After implementing this fix, the code started to work. It managed to do the 100 000 lookups from 400 000 inserted elements in 57.2 seconds on average (with Bloom filter).

This improvement motivated me to look into the write performance as well. Turns out that using the good old BufferedWriter is way more efficient than just calling Files.write all the time creating an open file -> write -> close file loop.

try (BufferedWriter writer = Files.newBufferedWriter(dataFile, StandardOpenOption.CREATE, StandardOpenOption.TRUNCATE_EXISTING)) {
  long offset = 0;

  for (Map.Entry<K, V> entry : sortedData.entrySet()) {
    String line = keySerDe.serialize(entry.getKey()) + SEPARATOR + valueSerDe.serialize(entry.getValue()) + System.lineSeparator();
    writer.write(line);

    filter.add(entry.getKey());
    index.add(entry.getKey(), offset);

    offset += line.getBytes(StandardCharsets.UTF_8).length;
  }
}

Using BufferedWriter is more efficient

The write performance after this change increased to 9975 record / sec, as it took 40.1 seconds to insert 400 000 records. This is about a 35% improvement on write speed.

Write performance is better than read performance, which is consistent with the properties of a Log-Structured Merge Tree. I'm confident that performance can be improved further, and I may explore that in the future, as this optimization has really intrigued me.

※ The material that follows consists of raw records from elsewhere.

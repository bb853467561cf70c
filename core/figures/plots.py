"""Figure builders: analysis results -> :class:`~phasewake.core.figures.spec.FigureSpec`.

One function per figure kind. :data:`FIGURE_BUILDERS` maps a figure key to its builder and
:data:`RESULT_FIGURES` maps a result type (by class name) to the figure keys drawn from it, so the
window and the report look a result up in a table instead of a chain of isinstance checks:

>>> specs = figures_for(result)           # every figure a result has
>>> spec = FIGURE_BUILDERS["energy.series"](run.energies)

Builders take the result objects of the analysis modules (read their attributes, never recompute the
analysis) plus keyword-only presentation options; they never import Qt or matplotlib. Every axis
carries its unit and every series a line style or marker as well as a colour (Okabe and Ito 2008).
"""

from __future__ import annotations

from collections.abc import Callable, Mapping, Sequence
from typing import Any

import numpy as np

from phasewake.core.figures.spec import (
    LEVEL_STYLE,
    PALETTE,
    Axis,
    Band,
    FigureSpec,
    Image,
    Line,
    Mark,
    PlotItem,
    PlotSpec,
    Style,
    series_style,
)
from phasewake.core.model.run import EnergyTable, Series

TIME = Axis("Time", "ps")
_GREY = "#777777"


def _style(i: int, *, marker: bool = False, width: float = 1.5) -> Style:
    st = series_style(i, marker=marker)
    return Style(colour=st.colour, dash=st.dash, width=width, marker=st.marker, marker_size=st.marker_size)


def _fmt(v: float | None, unit: str = "", digits: int = 3) -> str:
    if v is None or not np.isfinite(v):
        return "n/a"
    text = f"{v:.{digits}g}"
    return f"{text} {unit}".strip()


# analysis settings a caption may mention, in words: name -> (phrase, unit)
_SETTING_WORDS: dict[str, tuple[str, str]] = {
    "n_atoms": ("{} atoms", ""),
    "temperature_K": ("temperature", "K"),
    "significance_z": ("significance threshold", "standard errors"),
    "timestep_ps": ("time step", "ps"),
    "n_constraints": ("{} constraints", ""),
    "n_dof": ("{} degrees of freedom", ""),
    "block_frames": ("block length", "frames"),
    "n_blocks": ("{} blocks", ""),
    "segment_frames": ("segment length", "frames"),
    "chunk_frames": ("frames read at a time", ""),
}


def _setting_phrase(name: str, value: str) -> str:
    phrase, unit = _SETTING_WORDS[name]
    return (phrase.format(value) if "{}" in phrase else f"{phrase} {value}") + (f" {unit}" if unit else "")


def _settings_text(settings: Mapping[str, Any] | None) -> str:
    """Settings a caption mentions, as plain words ("temperature 122.3 K, significance threshold 3
    standard errors"), never ``name = value`` pairs; settings without a phrase are left out."""
    if not settings:
        return ""
    parts = []
    for k, v in settings.items():
        if v is None or isinstance(v, np.ndarray | list | tuple | dict | Mapping) or k not in _SETTING_WORDS:
            continue
        parts.append(_setting_phrase(k, f"{v:.4g}" if isinstance(v, float) else str(v)))
    return ", ".join(parts)


def _plain_number(v: float, decimals: int) -> str:
    return f"{v:.{max(0, decimals)}f}"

But what about the Bloom filter? What happens if I disable it? Interestingly, performance actually improved without the filter. Instead of 57.2 seconds, it averaged 55.6 seconds. While the difference is small, it was consistently better. I believe this is because my index files were already in memory during the reads. In this case, checking the Bloom filter added unnecessary overhead, as looking up the key in the in-memory index was already very fast. In a real-world scenario with larger tables, where the indexes aren't entirely in memory, I’m confident the filters would offer a performance gain by reducing disk access. However, I wasn't able to replicate this use case in my tests. In my current implementation, while the index is persisted to disk, it is always kept in memory while the datastore is running. I didn't want to modify this logic just for this experiment.

Summary

I found Bloom filters to be a very clever concept, and it was both interesting and rewarding to implement one myself. Integrating it into my LSM implementation was particularly satisfying, as it felt like a key missing component in a Log-Structured Merge Tree. However, I’m not entirely happy that the filter didn’t provide any noticeable performance benefit in my system. I may revisit the code and test cases in the future to see if I can make it work as expected. On the positive side, I learned valuable lessons about file read and write performance during my tests and managed to make some meaningful improvements.

My goal with this repository is to keep it simple and use it for experimentation and demonstration, rather than as a high-performance production ready solution. While it’s not meant to be a full-fledged database, now that I’ve covered the more fundamental topics, I may gradually start refactoring it to enhance performance and bring it closer to a more usable datastore.

The code for this article is available on GitHub.